I process one hundred thousand (100,000) documents (the average length of a document is about 500 terms). For each document I want to get similar top k documents (for example, k = 5) by the similarity of cosines. So how to do this efficiently with Python .
Here is what I did:
- for each document, perform text segmentation, delete stop words, counter frequency (tf)
- so we get a tf matrix, about 100,000 documents * 600,000 terms
- do 1 - pairwise_distances (tf_matrix, metric = "cosine")
- for each document, get the best similar documents.

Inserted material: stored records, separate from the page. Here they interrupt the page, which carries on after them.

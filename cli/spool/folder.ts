import { createHash, randomBytes } from 'node:crypto'
import fs from 'node:fs'
import { join } from 'node:path'
import { OgeeError } from '../../shared/errors.ts'
import {
  clearParts,
  diskTrouble,
  isAlive,
  makeFolder,
  putDown,
  syncFolder,
  type Trouble,
  takeAway,
} from './disk.ts'
import { type Entry, readEntry } from './entry.ts'

/**
 * A spool folder. `pending/` holds what is to be sent, `sent/` what was sent and is not yet seen in the ledger,
 * `refused/` what the server did not take, with the problem beside each. An entry's name begins with its number, so
 * names sort in the order of writing whatever any clock says; several processes share the folder.
 */
export const places = ['pending', 'sent', 'refused'] as const
export type SpoolPlace = (typeof places)[number]

/** Numbers have as many digits, so that names sort like them. */
const digits = 12
const entryName = /^(\d{12})-([0-9a-f]{16})-([0-9a-f]{16})-[0-9a-z]+\.json$/
/** What other processes put down is looked for at most so often. */
const lookAgainMs = 1_000

type Found = { place: SpoolPlace; name: string }

export class Spool {
  readonly dir: string
  #next = 0
  /** In the middle of many that are put down together. */
  #amongMany = false
  #written = 0
  #known = { atMs: Number.NEGATIVE_INFINITY, found: new Map<string, Found>() }

  private constructor(dir: string) {
    this.dir = dir
  }

  /** Opens a folder, and makes it where it is not there yet. */
  static open(dir: string): Spool {
    for (const place of [...places, 'parts']) makeFolder(join(dir, place))
    return new Spool(dir)
  }

  /** Opens a folder that must be there. */
  static find(dir: string): Spool {
    if (!places.some((place) => fs.existsSync(join(dir, place)))) {
      throw new OgeeError(
        'input-missing',
        `${dir} is no spool folder: it has no pending/, sent/ or refused/.`,
      )
    }
    return Spool.open(dir)
  }

  /** Names of the entries there, in order. */
  names(place: SpoolPlace): string[] {
    return fs
      .readdirSync(join(this.dir, place))
      .filter((name) => entryName.test(name))
      .sort()
  }

  path(place: SpoolPlace, name: string): string {
    return join(this.dir, place, name)
  }

  /** An entry, or null when another process has moved it meanwhile. */
  read(place: SpoolPlace, name: string): Entry | null {
    const path = this.path(place, name)
    try {
      return readEntry(fs.readFileSync(path, 'utf8'), path)
    } catch (error) {
      if ((error as Trouble).code === 'ENOENT') return null
      if (error instanceof OgeeError) throw error
      throw new OgeeError('read-failed', `${path} cannot be read: ${(error as Trouble).code ?? 'unknown'}.`)
    }
  }

  /** The entry of that idempotency key where there is one: the same measurement is kept once. */
  withKey(key: string): { path: string; entry: Entry } | null {
    const found = this.#find(hashOf(key))
    if (!found) return null
    const entry = this.read(found.place, found.name)
    if (entry) return entry.key === key ? { path: this.path(found.place, found.name), entry } : null
    // Sent meanwhile, by somebody else: it is looked for once more.
    this.#known.atMs = Number.NEGATIVE_INFINITY
    const moved = this.#find(hashOf(key))
    const there = moved ? this.read(moved.place, moved.name) : null
    return moved && there?.key === key ? { path: this.path(moved.place, moved.name), entry: there } : null
  }

  /** Whether something of that name (a unit's channel and range) was put down here and is not yet let go. */
  hasOf(what: string): boolean {
    return this.#find(hashOf(what)) !== undefined
  }

  /**
   * Puts an entry down at the end of `pending/`, under what it is of. It is durable when this returns its path; one of
   * many (`isLast` false) once `sync` has returned.
   */
  add(entry: Entry, what: string, isLast = true): string {
    // Other processes write here too, for as long: what they put down meanwhile is older. Many are taken as one.
    if (!this.#amongMany) this.#next = Math.max(this.#next, this.#afterAll())
    this.#amongMany = !isLast
    const number = String(this.#next++).padStart(digits, '0')
    const own = `${process.pid.toString(36)}${(this.#written++).toString(36).padStart(4, '0')}`
    const hashes = [hashOf(entry.key), hashOf(what)]
    const name = `${[number, ...hashes, own].join('-')}.json`
    const path = this.path('pending', name)
    this.#write(path, entry, isLast)
    for (const hash of hashes) this.#known.found.set(hash, { place: 'pending', name })
    return path
  }

  #find(hash: string): Found | undefined {
    if (performance.now() - this.#known.atMs > lookAgainMs) {
      const found = new Map<string, Found>()
      for (const place of ['pending', 'sent'] as const) {
        for (const name of this.names(place)) {
          for (const one of entryName.exec(name)?.slice(2) ?? []) found.set(one, { place, name })
        }
      }
      this.#known = { atMs: performance.now(), found }
    }
    return this.#known.found.get(hash)
  }

  sync(place: SpoolPlace): void {
    if (place === 'pending') this.#amongMany = false
    syncFolder(join(this.dir, place))
  }

  /** Moves entries on to `sent/`: durable at their new place before they leave the old one. */
  sent(entries: readonly { name: string; entry: Entry }[]): void {
    for (const { name, entry } of entries) this.#write(this.path('sent', name), entry, false)
    this.sync('sent')
    for (const { name } of entries) takeAway(this.path('pending', name))
  }

  /** As it stands, with the problem beside it. */
  refuse(name: string, problem: object): void {
    const beside = this.path('refused', name.replace(/\.json$/, '.problem.json'))
    putDown(beside, `${JSON.stringify(problem, null, 2)}\n`, join(this.dir, 'parts'))
    try {
      fs.renameSync(this.path('pending', name), this.path('refused', name))
    } catch (error) {
      throw diskTrouble(beside, error)
    }
  }

  drop(place: SpoolPlace, name: string): void {
    takeAway(this.path(place, name))
  }

  clear(): void {
    clearParts(join(this.dir, 'parts'))
  }

  #write(path: string, entry: Entry, isLast: boolean): void {
    putDown(path, `${JSON.stringify(entry, null, 2)}\n`, join(this.dir, 'parts'), isLast)
  }

  #afterAll(): number {
    const last = places.flatMap((place) => this.names(place).at(-1) ?? [])
    return Math.max(0, ...last.map((name) => Number(name.slice(0, digits)))) + 1
  }

  /**
   * Runs work while no other process sends from this folder, so that entries go in order; null when another one is at
   * it. A sender that was killed holds nothing up.
   */
  async alone<T>(work: () => Promise<T>): Promise<T | null> {
    const lock = join(this.dir, 'sending.lock')
    const mine = `${process.pid} ${randomBytes(8).toString('hex')}`
    if (!takeLock(lock, mine)) return null
    try {
      return await work()
    } finally {
      giveBack(lock, mine)
    }
  }
}

const hashOf = (key: string) => createHash('sha256').update(key).digest('hex').slice(0, 16)

function takeLock(lock: string, mine: string): boolean {
  for (let look = 0; look < 3; look++) {
    try {
      fs.writeFileSync(lock, mine, { flag: 'wx', mode: 0o600 })
      return true
    } catch (error) {
      if ((error as Trouble).code !== 'EEXIST') throw diskTrouble(lock, error)
    }
    if (isHeld(lock)) return false
    // Its holder is gone. Should two take it at once, both send the same requests with the same keys: no harm.
    fs.rmSync(lock, { force: true })
  }
  return false
}

/** Only its own: in another container a process may have the same number, and has taken it meanwhile. */
function giveBack(lock: string, mine: string): void {
  try {
    if (fs.readFileSync(lock, 'utf8') === mine) fs.rmSync(lock, { force: true })
  } catch (error) {
    if ((error as Trouble).code !== 'ENOENT') throw diskTrouble(lock, error)
  }
}

function isHeld(lock: string): boolean {
  try {
    const pid = Number(fs.readFileSync(lock, 'utf8').split(' ')[0])
    // Written a moment ago by somebody who has not come to say who it is.
    if (!Number.isInteger(pid) || pid === 0) return Date.now() - fs.statSync(lock).mtimeMs < 1_000
    return pid !== process.pid && isAlive(pid)
  } catch {
    return false
  }
}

I run my code on i5-2.5GHz, 12 hours, but it still works. So I want to know how to optimize my code or procedure.
Here is my thought:
- for each document, make a function selection, just save the terms, tf> 1
- clustering first, then calculate the cosine similarity in each cluster
- since I just need the best similar documents, do I need to calculate all paired cosine similarities?
- Python programming or concurrent programming?
So do you have a good idea?
Many thanks.
I know there is a similar question , but that is not what I want.
Update1
Thanks to @orange, after profiling, I found that step 2 was a bottleneck! Here is a sample code:
def construct_dt_matrix():
dt_matrix = pd.DataFrame(columns=['docid'])
docid = 0
for f in files:
dt_matrix.loc[docid] = [0] * dt_matrix.shape[1]
dt_matrix.set_value(docid, 'docid', docid)
for key, value in cleaned_dict.items():
if key not in dt_matrix.columns.values:
dt_matrix[key] = 0
dt_matrix.set_value(docid, key, value)
docid += 1
So, the bottleneck adds new rows and columns to pandas. Any idea?